Previously, generating trajectories for many altitudes and several models could take quite a while – since every calculated point would need an interaction with the windy server backend. Chris changed this so the relevant data tiles are downloaded once into the browser and all path calculation happens locally in the browser. Now it’s as fast as Meteoblue!

Sharing trajectories

“Look, tomorrow looks flyable!” – a common message, and then.. attach what? a screenshot? a GPX or KML track? What I did so far is: download the trajectories as GPX tracks, then massage them with gpsvisualizer.com, download the resulting HTML file, upload that file to my server, and share a link to that file – for example, like so. That’s quite tedious, and precludes the recipient from running traj with the original parameters but later (for updated forecast values) or different parameters/models.

Chris has now added this capability and it has turned out super useful.

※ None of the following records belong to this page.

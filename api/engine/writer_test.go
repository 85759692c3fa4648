package engine_test

import (
	"context"
	"encoding/json"
	"fmt"
	"io"
	"net/http"
	"net/http/httptest"
	"strings"
	"sync"
	"testing"
	"time"

	"github.com/deadspace-fhir/deadspace/api/engine"
	"github.com/deadspace-fhir/deadspace/api/engine/enginetest"
	"github.com/deadspace-fhir/deadspace/api/store/boltstore"
	"github.com/deadspace-fhir/deadspace/derive"
	"github.com/deadspace-fhir/deadspace/fhir/client"
	"github.com/deadspace-fhir/deadspace/fhir/decode"
	"github.com/deadspace-fhir/deadspace/fhir/encode"
)

// fakeServer acknowledges transactions and records, in order, the status
// of every Observation written with PUT. It can be told to answer the next
// transactions with a status instead.
type fakeServer struct {
	mu      sync.Mutex
	next    int
	failN   int
	failAs  int
	puts    []string // "id status"
	creates int
}

func (f *fakeServer) ServeHTTP(w http.ResponseWriter, r *http.Request) {
	body, _ := io.ReadAll(r.Body)
	f.mu.Lock()
	defer f.mu.Unlock()
	w.Header().Set("Content-Type", "application/fhir+json")
	if r.Method == http.MethodGet {
		if strings.Contains(r.URL.Path, "/Patient/") {
			w.WriteHeader(http.StatusNotFound)
			fmt.Fprint(w, `{"resourceType":"OperationOutcome","issue":[{"severity":"error","code":"not-found"}]}`)
			return
		}
		fmt.Fprint(w, `{"resourceType":"Bundle","type":"searchset"}`)
		return
	}
	if r.URL.Path != "/fhir" {
		f.next++
		w.WriteHeader(http.StatusCreated)
		fmt.Fprintf(w, `{"resourceType":"Device","id":"d%d","meta":{"versionId":"1"}}`, f.next)
		return
	}
	if f.failN > 0 {
		f.failN--
		w.WriteHeader(f.failAs)
		fmt.Fprint(w, `{"resourceType":"OperationOutcome","issue":[{"severity":"error","code":"transient"}]}`)
		return
	}
	var b struct {
		Entry []struct {
			Resource json.RawMessage
			Request  struct{ Method, URL string }
		}
	}
	_ = json.Unmarshal(body, &b)
	var out []string
	for _, e := range b.Entry {
		var m struct{ ResourceType, Status string }
		_ = json.Unmarshal(e.Resource, &m)
		f.next++
		id := fmt.Sprintf("s%d", f.next)
		if e.Request.Method == http.MethodPut {
			id = strings.TrimPrefix(e.Request.URL, "Observation/")
			f.puts = append(f.puts, id+" "+m.Status)
		} else if m.ResourceType == "Observation" {
			f.creates++
		}
		out = append(out, fmt.Sprintf(`{"response":{"status":"201","location":"%s/%s/_history/%d"},"resource":{"resourceType":"%s","id":"%s","meta":{"versionId":"%d"}}}`,
			m.ResourceType, id, f.next, m.ResourceType, id, f.next))
	}
	fmt.Fprintf(w, `{"resourceType":"Bundle","type":"transaction-response","entry":[%s]}`, strings.Join(out, ","))
}

func (f *fakeServer) state() ([]string, int) {
	f.mu.Lock()
	defer f.mu.Unlock()
	return append([]string(nil), f.puts...), f.creates
}

func obs(id, version, status, code, unit string, v float64, at, updated time.Time) json.RawMessage {
	return json.RawMessage(fmt.Sprintf(`{"resourceType":"Observation","id":"%s","meta":{"versionId":"%s","lastUpdated":"%s"},"status":"%s",`+
		`"code":{"coding":[{"system":"http://loinc.org","code":"%s"}]},"subject":{"reference":"Patient/w1"},"effectiveDateTime":"%s",`+
		`"valueQuantity":{"value":%g,"unit":"%s","system":"http://unitsofmeasure.org","code":"%s"}}`,
		id, version, updated.UTC().Format(time.RFC3339), status, code, at.UTC().Format(time.RFC3339), v, unit, unit))
}

// TestWritesOfOneSeriesKeepTheirOrder: a revision that fails and waits must
// not be overtaken by the withdrawal queued after it, or the server would
// end with the revision and the withdrawn value would come back.
func TestWritesOfOneSeriesKeepTheirOrder(t *testing.T) {
	fake := &fakeServer{}
	srv := httptest.NewServer(fake)
	defer srv.Close()
	st := enginetest.OpenStore(t, boltstore.Options{})
	enc := enginetest.Encoder(t)
	cl, err := client.New(client.Config{BaseURL: srv.URL + "/fhir", MaxRetries: -1})
	if err != nil {
		t.Fatal(err)
	}
	eng, err := engine.New(engine.Config{
		Store: st, Decoder: decode.New(decode.Options{}), Encoder: enc, Derive: derive.DefaultConfig(), Client: cl,
	})
	if err != nil {
		t.Fatal(err)
	}
	ctx := context.Background()
	at := time.Now().Add(-time.Hour).Truncate(time.Minute)
	updated := at.Add(10 * time.Minute)
	inputs := []json.RawMessage{obs("gas", "1", "final", "2019-8", "mm[Hg]", 44, at, updated)}
	for m := -2; m <= 2; m++ {
		inputs = append(inputs, obs(fmt.Sprintf("et%d", m+2), "1", "final", "19891-1", "mm[Hg]", 36, at.Add(time.Duration(m)*time.Minute), updated))
	}
	flush := func() {
		t.Helper()
		if err := eng.EvaluateNow(ctx); err != nil {
			t.Fatal(err)
		}
		eng.FlushNow(ctx)
	}
	if _, err := eng.Ingest(ctx, "test", inputs); err != nil {
		t.Fatal(err)
	}
	flush()
	if _, creates := fake.state(); creates != 2 {
		t.Fatalf("%d Observations created, want the gradient and the alveolar fraction", creates)
	}

	// The gas is amended; the revision meets a 503 and is put back.
	fake.mu.Lock()
	fake.failN, fake.failAs = 1, http.StatusServiceUnavailable
	fake.mu.Unlock()
	if _, err := eng.Ingest(ctx, "test", []json.RawMessage{obs("gas", "2", "amended", "2019-8", "mm[Hg]", 47, at, updated.Add(time.Minute))}); err != nil {
		t.Fatal(err)
	}
	flush()
	// Then it is withdrawn, while the revision still waits for its retry.
	if _, err := eng.Ingest(ctx, "test", []json.RawMessage{obs("gas", "3", "entered-in-error", "2019-8", "mm[Hg]", 47, at, updated.Add(2*time.Minute))}); err != nil {
		t.Fatal(err)
	}
	flush()
	// The retry's back-off has full jitter and may be close to zero, so the
	// revision can already have gone out here; what must hold is the order
	// on the server, checked below once the outbox is empty.
	deadline := time.Now().Add(30 * time.Second)
	for {
		h, err := eng.Health(ctx)
		if err != nil {
			t.Fatal(err)
		}
		if h.Stats.OutboxDepth == 0 {
			break
		}
		if time.Now().After(deadline) {
			t.Fatalf("outbox still holds %d writes", h.Stats.OutboxDepth)
		}
		time.Sleep(100 * time.Millisecond)
		eng.FlushNow(ctx)
	}
	puts, _ := fake.state()
	last := map[string]string{}
	var order []string
	for _, p := range puts {
		id, status, _ := strings.Cut(p, " ")
		if last[id] == "" {
			order = append(order, id)
		}
		if last[id] == "entered-in-error" {
			t.Errorf("Observation %s was written as %s after its withdrawal", id, status)
		}
		last[id] = status
	}
	if len(order) != 2 {
		t.Fatalf("PUTs %v: want the two derived Observations revised, then withdrawn", puts)
	}
	for _, id := range order {
		if last[id] != "entered-in-error" {
			t.Errorf("Observation %s ends as %q on the server, want entered-in-error; PUTs %v", id, last[id], puts)
		}
	}
}

// TestRefusalsThatRetryAndRefusalsThatBury: a refused content goes to the
// dead letters; a refused credential or a conflict waits and is retried,
// so a rotated token during an outage does not bury a whole backlog. A
// create refused with 412 (its condition matched several resources) is
// buried: no retry changes that.
func TestRefusalsThatRetryAndRefusalsThatBury(t *testing.T) {
	cases := []struct {
		name   string
		status int
		buried bool
	}{
		{"unprocessable content is buried", http.StatusUnprocessableEntity, true},
		{"bad request is buried", http.StatusBadRequest, true},
		{"unauthorized is retried", http.StatusUnauthorized, false},
		{"forbidden is retried", http.StatusForbidden, false},
		{"conflict is retried", http.StatusConflict, false},
		{"precondition failed on a create is buried", http.StatusPreconditionFailed, true},
	}
	for _, tc := range cases {
		t.Run(tc.name, func(t *testing.T) {
			fake := &fakeServer{failN: 1, failAs: tc.status}
			srv := httptest.NewServer(fake)
			defer srv.Close()
			st := enginetest.OpenStore(t, boltstore.Options{})
			enc, _ := encode.New(encode.DefaultOptions())
			cl, _ := client.New(client.Config{BaseURL: srv.URL + "/fhir", MaxRetries: -1})
			eng, err := engine.New(engine.Config{Store: st, Decoder: decode.New(decode.Options{}), Encoder: enc, Derive: derive.DefaultConfig(), Client: cl})
			if err != nil {
				t.Fatal(err)
			}
			ctx := context.Background()
			at := time.Now().Add(-time.Hour).Truncate(time.Minute)
			in := []json.RawMessage{obs("gas", "1", "final", "2019-8", "mm[Hg]", 44, at, at), obs("et", "1", "final", "19891-1", "mm[Hg]", 36, at, at)}
			if _, err := eng.Ingest(ctx, "test", in); err != nil {
				t.Fatal(err)
			}
			if err := eng.EvaluateNow(ctx); err != nil {
				t.Fatal(err)
			}
			eng.FlushNow(ctx)
			h, err := eng.Health(ctx)
			if err != nil {
				t.Fatal(err)
			}
			if got := h.Stats.DeadLetters == 1 && h.Stats.OutboxDepth == 0; got != tc.buried {
				t.Errorf("after HTTP %d: %d dead letters, %d in the outbox; buried = %v, want %v", tc.status, h.Stats.DeadLetters, h.Stats.OutboxDepth, got, tc.buried)
			}
		})
	}
}

// TestRefiledInputWithdrawsWhatTheFirstPatientGot: a blood gas corrected
// in place to name the right patient must leave nothing derived from it
// under the wrong one.
func TestRefiledInputWithdrawsWhatTheFirstPatientGot(t *testing.T) {
	st := enginetest.OpenStore(t, boltstore.Options{})
	enc, _ := encode.New(encode.DefaultOptions())
	eng, err := engine.New(engine.Config{Store: st, Decoder: decode.New(decode.Options{}), Encoder: enc, Derive: derive.DefaultConfig()})
	if err != nil {
		t.Fatal(err)
	}
	ctx := context.Background()
	at := time.Now().Add(-time.Hour).Truncate(time.Minute)
	inputs := []json.RawMessage{obs("gas", "1", "final", "2019-8", "mm[Hg]", 44, at, at)}
	for _, p := range []string{"w1", "w2"} {
		et := strings.Replace(string(obs("et-"+p, "1", "final", "19891-1", "mm[Hg]", 36, at, at)), "Patient/w1", "Patient/"+p, 1)
		inputs = append(inputs, json.RawMessage(et))
	}
	if _, err := eng.Ingest(ctx, "test", inputs); err != nil {
		t.Fatal(err)
	}
	if err := eng.EvaluateNow(ctx); err != nil {
		t.Fatal(err)
	}
	statuses := func(subject string) map[string]int {
		recs, err := eng.Derivations(ctx, subject, time.Time{}, time.Now(), "", 100)
		if err != nil {
			t.Fatal(err)
		}
		out := map[string]int{}
		for _, r := range recs {
			out[r.Status]++
		}
		return out
	}
	if got := statuses("Patient/w1"); got["final"] != 2 {
		t.Fatalf("before the correction Patient/w1 has %v, want 2 final values", got)
	}
	moved := strings.Replace(string(obs("gas", "2", "corrected", "2019-8", "mm[Hg]", 44, at, at.Add(time.Minute))), "Patient/w1", "Patient/w2", 1)
	if _, err := eng.Ingest(ctx, "test", []json.RawMessage{json.RawMessage(moved)}); err != nil {
		t.Fatal(err)
	}
	if err := eng.EvaluateNow(ctx); err != nil {
		t.Fatal(err)
	}
	// The derived Observations follow their blood gas: the same series, now
	// filed under Patient/w2 and amended, so the server updates them in
	// place and the wrong patient keeps no live value.
	if got := statuses("Patient/w1"); got["final"]+got["amended"] != 0 {
		t.Errorf("after the correction Patient/w1 still has live values %v", got)
	}
	if got := statuses("Patient/w2"); got["amended"] != 2 {
		t.Errorf("after the correction Patient/w2 has %v, want the 2 values moved to it, amended", got)
	}
}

Before trying yourself, read the restrictions:

  • this only works with a real browser – to make it work on a mobile or pad, you need to copy the link, and paste it into a browser
  • once you open the link, you’ll see a popup – acknowledge it by clicking ‘Open’:

With that said: give it a try here. This is what’s going to happen:

Running a windy trajectory from a link

So what has happened here?

  • You saw the popup pane on the left side, and me clicking ‘Open’ to proceed.
  • The traj plugin came up, with parameters pre-set, like location, models, altitude, duration and so forth. And starting time – more on that later.
  • The trajectory computation automatically started and the window centered and zoomed such that all tracks are visible – all I had to is pan out a bit so the detailed map is hidden. Done!

Let’s dissect the link above and look under the hood:

https://www.windy.com/plugins/windy-plugin-traj?time=1T04:00&lat=48.439&lon=15.674&models=iconEu&levels=surface,100m,975h,950h,925h,900h,850h,800h&duration=120&ascent=0&descent=0&sample=5&sampleAscDes=1&start=true?5,m:eXFagAz

The first part of the link (https://www.windy.com/plugins/windy-plugin-traj) up to the first question mark calls the windy website and tells it to open the traj plugin. That part causes the popup you saw in the image and video above.

The rest of the URL consist of normal parameters of the style key=value and separated by ‘&‘. Most of them will be self-explanatory – like lat, lon, models, levels, duration and so forth – the start=true parameter causes immediate calculation of the tracks as soon as the plugin is loaded. It’s equivalent to clicking the ‘Start’ button in the small traj menu box.

The time parameter is always interpreted as UTC (Zulu time) and can be one of two flavors:

  • an absolute date and time like time=2020-08-13T04:00– August 13, 2020, 04:00 UTC
  • a relative date and time like time=1T04:00 meaning tomorrow 04:00 UTC (for today use ‘0T<time>’, for day after tomorrow use ‘2T<time> etc)

I’ll write up a detailed parameter description eventually but I’ll let things settle down a but first – all this is rather fresh code. Note that the parameters from the URL are shown in the initial popup.

Why use relative time?

Well, the nice part of a relative-time URL is: it never changes – tomorrow always means ‘tomorrow’, but 2020-08-14T04:00 means ‘tomorrow’ only today as I am writing this. So you can paste a link for ‘tomorrow morning trajectories’ or ‘tomorrow trajectories’ in a website. And: you can bookmark them and name them.